Schema.org aims to provide a common vocabulary for structuring web page data.
While Google competes with Microsoft and Yahoo in the search market, the three companies are cooperating to help web publishers make their content more comprehensible to search engines.
Google on Thursday said that the three companies had launched an initiative called schema.org, to create and support common ways to represent web page metadata. The project will offer web publishers the tools to make their web content more easily understood by search engines and more effectively represented on search results pages.
Schema.org hosts definitions for HTML tags that webmasters can use for data markup. For example, the Person schema provides a way to associate a person's name with data that relates to that person, like his or her street address and email address. Without the structure provided by metadata markup, it can be difficult for search engines to be certain that a name on a web page is associated with some other data attribute."With schema.org, site owners can improve how their sites appear in search results not only on Google, but on Bing, Yahoo, and potentially other search engines as well in the future," said Google Fellow Ramanathan Guha in a blog post.
There are other ways of marking up web pages, such as RDAa and microformats. But Google, Microsoft, and Yahoo argue that other formats have disadvantages and that webmasters will benefit from having a single markup resource focused on search engines, which in turn will lead to more markup and a better search experience.

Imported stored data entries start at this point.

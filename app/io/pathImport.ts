import {
  rememberBuiltPath,
  type ScenarioCharge,
  type ScenarioSamplesPath,
} from '../../src/io/scenario';
import type { TrajectoryUnits } from '../../src/io/trajectoryUnits';
import { SampledPath } from '../../src/path/sampledPath';
import { withPath } from '../scenario/chargeEdits';
import { sceneForPath } from '../scenario/pathScene';
import { observationSpan, suggestedRate } from '../scenario/timeSpan';
import { appStore } from '../store/appStore';
import { selectSliceSpec } from '../store/sliceSpecOf';
import { forgetTrajectoryFile, readTrajectoryFile } from './trajectoryReader';

/**
 * Largest trajectory file read, bytes: room for a million rows of ten columns at full
 * precision, and below the longest string a browser makes (2²⁹ characters).
 */
const MAX_TRAJECTORY_BYTES = 500 * 2 ** 20;

let files = 0;

/** Opens the import preview for a picked or dropped trajectory file and starts reading it. */
export function startPathImport(file: File): void {
  const previous = appStore.getState().pathImport;
  const units = previous?.units ?? { length: 'm', time: 's' };
  appStore.getState().setPathImport({
    file,
    fileId: ++files,
    name: file.name,
    units,
    status: 'reading',
    result: null,
    error: null,
    fitView: previous?.fitView ?? true,
  });
  if (file.size > MAX_TRAJECTORY_BYTES) {
    appStore.getState().updatePathImport({
      status: 'failed',
      error: `${file.name} is ${Math.round(file.size / 2 ** 20)} MB, more than the 500 MB this page reads`,
    });
    return;
  }
  void read(units);
}

/** Reads the file again in other units (the preview shows the result). */
export function changeImportUnits(units: TrajectoryUnits): void {
  if (appStore.getState().pathImport === null) return;
  appStore.getState().updatePathImport({ units, status: 'reading', result: null, error: null });
  void read(units);
}

async function read(units: TrajectoryUnits): Promise<void> {
  const current = appStore.getState().pathImport;
  if (current === null) return;
  const reading = await readTrajectoryFile(current.file, current.fileId, current.name, units);
  const now = appStore.getState().pathImport;
  if (reading.kind === 'superseded' || now === null || now.file !== current.file) return;
  if (reading.kind === 'failed') {
    appStore.getState().updatePathImport({ status: 'failed', error: reading.message });
  } else {
    appStore.getState().updatePathImport({ status: 'ready', result: reading.result, error: null });
  }
}

/**
 * Makes the previewed path the selected charge's ('replace') or a new charge's ('add'), as
 * one undoable edit; fits the view to it when asked. Returns the one-line reason it could not.
 */
export function takeImportedPath(mode: 'replace' | 'add'): string | null {
  const state = appStore.getState();
  const pending = state.pathImport;
  if (pending?.result == null || state.scenario === null) return 'nothing to import';
  const { summary, path: built } = pending.result;
  // The worker's columns go into the document as they are: no million-element copies.
  const path: ScenarioSamplesPath = {
    kind: 'samples',
    t: built.t,
    x: built.x,
    y: built.y,
    z: built.z,
  };
  if (summary.velocity !== 'none')
    Object.assign(path, { vx: built.vx, vy: built.vy, vz: built.vz });
  if (summary.accelerations) Object.assign(path, { ax: built.ax, ay: built.ay, az: built.az });
  // The worker built the path already: the store takes it as it is instead of again.
  rememberBuiltPath(path, SampledPath.restore(built));
  const charges = state.scenario.charges;
  const index = mode === 'replace' ? state.selectedCharge : charges.length;
  const label = pending.name.replace(/\.[^.]*$/, '').slice(0, 100) || 'imported';
  const next: ScenarioCharge[] =
    mode === 'replace'
      ? withPath(charges, index, path)
      : [...charges, { label, charge: charges[state.selectedCharge].charge, path }];
  const problem = state.editCharges(next, `import a path from ${pending.name}`);
  if (problem !== null) return problem;
  state.selectCharge(index);
  if (pending.fitView) {
    const scene = sceneForPath(summary);
    const side = Math.max(...state.resolution);
    state.showView({ ...scene, resolution: [side, side] });
    state.setTime(scene.time);
    const span = observationSpan(appStore.getState().charges, selectSliceSpec(appStore.getState()));
    if (span !== null) state.setRate(suggestedRate(span));
  }
  closePathImport();
  return null;
}

/** Closes the preview; the worker lets go of the file it kept for other units. */
export function closePathImport(): void {
  appStore.getState().setPathImport(null);
  forgetTrajectoryFile();
}
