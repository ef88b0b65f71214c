// Entry of the import worker: reads picked or dropped trajectory files off the page's thread.
import { type ImportCommand, type ImportReply, importServer } from '../../src/io/importProtocol';

interface WorkerScope {
  postMessage(message: ImportReply, transfer: Transferable[]): void;
  addEventListener(type: 'message', listener: (event: MessageEvent<ImportCommand>) => void): void;
}

const scope = self as unknown as WorkerScope;
const serve = importServer((reply, transfer) => scope.postMessage(reply, transfer));
scope.addEventListener('message', (event) => serve(event.data));
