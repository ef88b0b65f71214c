/** Release functions of the work locks this tab holds, by work id. */
const held = new Map<string, () => void>();

/**
 * Takes the Web Lock named for a piece of work and holds it until released, so two tabs never
 * save the same work over each other. False when another tab holds it. Without Web Locks (a
 * page not served securely) every claim succeeds: one tab is assumed.
 */
export function claimWork(id: string): Promise<boolean> {
  if (held.has(id)) return Promise.resolve(true);
  const locks = typeof navigator === 'undefined' ? undefined : navigator.locks;
  if (locks === undefined) return Promise.resolve(true);
  return new Promise((resolve) => {
    void locks.request(`conecast-work:${id}`, { ifAvailable: true }, (lock) => {
      if (lock === null) {
        resolve(false);
        return undefined;
      }
      resolve(true);
      return new Promise<void>((release) => held.set(id, release));
    });
  });
}

/** Lets another tab take the work. */
export function releaseWork(id: string): void {
  held.get(id)?.();
  held.delete(id);
}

Google has been pursuing its own structured markup for several years. In 2009, the company enhanced its search results with rich snippets, which made additional data like online reviews visible in search listings. The company has expanded its snippets to include events and recipes. As a result, companies like stubhub.com and allrecipies.com have chosen to structure their data to take advantage of the more effective presentation afforded well-described data.
The schema.org initiative is similar in some respects to sitemaps.org, an XML schema that helps search engine crawlers navigate websites. The protocol was created by Google in 2005 and supported by Microsoft and Yahoo in 2006, with other companies announcing support later.

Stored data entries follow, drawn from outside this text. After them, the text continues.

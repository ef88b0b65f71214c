import { createStore, getMany, keys, promisifyRequest, type UseStore } from 'idb-keyval';

/** What the list of autosaved work shows of one piece of work. */
export interface WorkRecord {
  id: string;
  /** When it was last saved, ms since 1970 (Date.now()). */
  savedAt: number;
  title: string;
}

const META = 'meta:';
const DOCUMENT = 'document:';
const COLUMN = 'column:';
/** Sample columns at least this long are kept under keys of their own, written once. */
const SEPARATE_COLUMN = 4096;

/** Where a document's large sample column is kept, in place of the column. */
interface ColumnReference {
  storedColumn: string;
}

function isReference(value: unknown): value is ColumnReference {
  return typeof value === 'object' && value !== null && 'storedColumn' in value;
}

/**
 * Work in progress kept in the browser's IndexedDB through idb-keyval: per piece of work a
 * small record for listing and the document itself, always written together in one
 * transaction, so a crash mid-save leaves the previous save whole. Long sample columns (an
 * imported path) are kept under keys of their own and written only the first time: later
 * saves of the same work, after a probe moved say, write only the small document.
 */
export class WorkStore {
  private readonly store: UseStore;
  /** For the work last saved or read, the columns already kept and their keys. */
  private readonly kept = new Map<string, Map<Float64Array, string>>();
  private nextColumn = 0;

  constructor(databaseName = 'conecast-work') {
    this.store = createStore(databaseName, 'work');
  }

  /** Every saved piece of work, newest first. */
  async list(): Promise<WorkRecord[]> {
    const metaKeys = (await keys<string>(this.store)).filter((key) => key.startsWith(META));
    const records = await getMany<WorkRecord>(metaKeys, this.store);
    return records
      .filter((record): record is WorkRecord => record !== undefined)
      .sort((a, b) => b.savedAt - a.savedAt);
  }

  /** The document saved for `id`, as stored (check it before use), or undefined. */
  async load(id: string): Promise<unknown> {
    // Document and columns in one transaction, so no save can come between them.
    const found = await this.store('readonly', async (objects) => {
      const document: unknown = await promisifyRequest(objects.get(DOCUMENT + id));
      const references: ColumnReference[] = [];
      visitColumns(document, (value) => {
        if (isReference(value)) references.push(value);
        return value;
      });
      const columns = await Promise.all(
        references.map(
          (reference) => promisifyRequest(objects.get(reference.storedColumn)) as Promise<unknown>,
        ),
      );
      return {
        document,
        columns: new Map(references.map((reference, k) => [reference, columns[k]])),
      };
    });
    if (found.document === undefined) return undefined;
    const kept = new Map<Float64Array, string>();
    const restored = visitColumns(found.document, (value) => {
      if (!isReference(value)) return value;
      const column = found.columns.get(value);
      if (column instanceof Float64Array) kept.set(column, value.storedColumn);
      return column;
    });
    this.keep(id, kept);
    return restored;
  }

  /** Remembers the columns kept for the open work only: others' would pin their memory. */
  private keep(id: string, columns: Map<Float64Array, string>): void {
    this.kept.clear();
    this.kept.set(id, columns);
  }

  /**
   * Saves the record and its document together, or nothing (one transaction): long columns
   * not yet kept for this work are written, those it no longer uses deleted.
   */
  async save(record: WorkRecord, document: unknown): Promise<void> {
    const before = this.kept.get(record.id) ?? new Map<Float64Array, string>();
    const after = new Map<Float64Array, string>();
    const writes: [string, unknown][] = [];
    const stored = visitColumns(document, (value) => {
      if (!(value instanceof Float64Array) || value.length < SEPARATE_COLUMN) return value;
      let key = before.get(value) ?? after.get(value);
      if (key === undefined) {
        key = `${COLUMN}${record.id}:${Date.now().toString(36)}-${this.nextColumn++}`;
        writes.push([key, value]);
      }
      after.set(value, key);
      return { storedColumn: key } satisfies ColumnReference;
    });
    const unused = [...before.values()].filter((key) => ![...after.values()].includes(key));
    await this.store('readwrite', (objects) => {
      try {
        for (const [key, value] of writes) objects.put(value, key);
        objects.put(stored, DOCUMENT + record.id);
        objects.put(record, META + record.id);
        for (const key of unused) objects.delete(key);
      } catch (error) {
        // A value that cannot be stored: undo the puts already made, so nothing lands.
        objects.transaction.abort();
        throw error;
      }
      return promisifyRequest(objects.transaction);
    });
    this.keep(record.id, after);
  }

  /** The keys of the long columns kept for a piece of work. */
  async columnKeys(id: string): Promise<string[]> {
    return (await keys<string>(this.store)).filter((key) => key.startsWith(`${COLUMN}${id}:`));
  }

  /** Forgets a piece of work: its record, its document and its columns. */
  async remove(id: string): Promise<void> {
    const columns = await this.columnKeys(id);
    await this.store('readwrite', (objects) => {
      for (const key of [META + id, DOCUMENT + id, ...columns]) objects.delete(key);
      return promisifyRequest(objects.transaction);
    });
    this.kept.delete(id);
  }
}

/** A copy of a scenario document with each samples path's columns passed through `change`. */
function visitColumns(document: unknown, change: (value: unknown) => unknown): unknown {
  if (typeof document !== 'object' || document === null) return document;
  const charges = (document as { charges?: unknown }).charges;
  if (!Array.isArray(charges)) return document;
  return {
    ...document,
    charges: charges.map((charge) => {
      const path = (charge as { path?: unknown } | null)?.path as
        | Record<string, unknown>
        | undefined;
      if (typeof path !== 'object' || path === null || path.kind !== 'samples') return charge;
      const changed = Object.fromEntries(
        Object.entries(path).map(([name, value]) => [
          name,
          name === 'kind' ? value : change(value),
        ]),
      );
      return { ...charge, path: changed };
    }),
  };
}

The existence of schema.org can be seen as an acknowledgement of the limits of automated data analysis. One of the Frequently Asked Questions posted on the schema.org site attempts to deal with a possible objection to web page markup, specifically that it requires work from webmasters. "Automated data extraction is great when it works, but it can be error prone because different sites can represent the same information in so many different ways," the schema.org website says.
Understanding, in other words, is a harder problem than indexing. Humans may not be obsolete after all.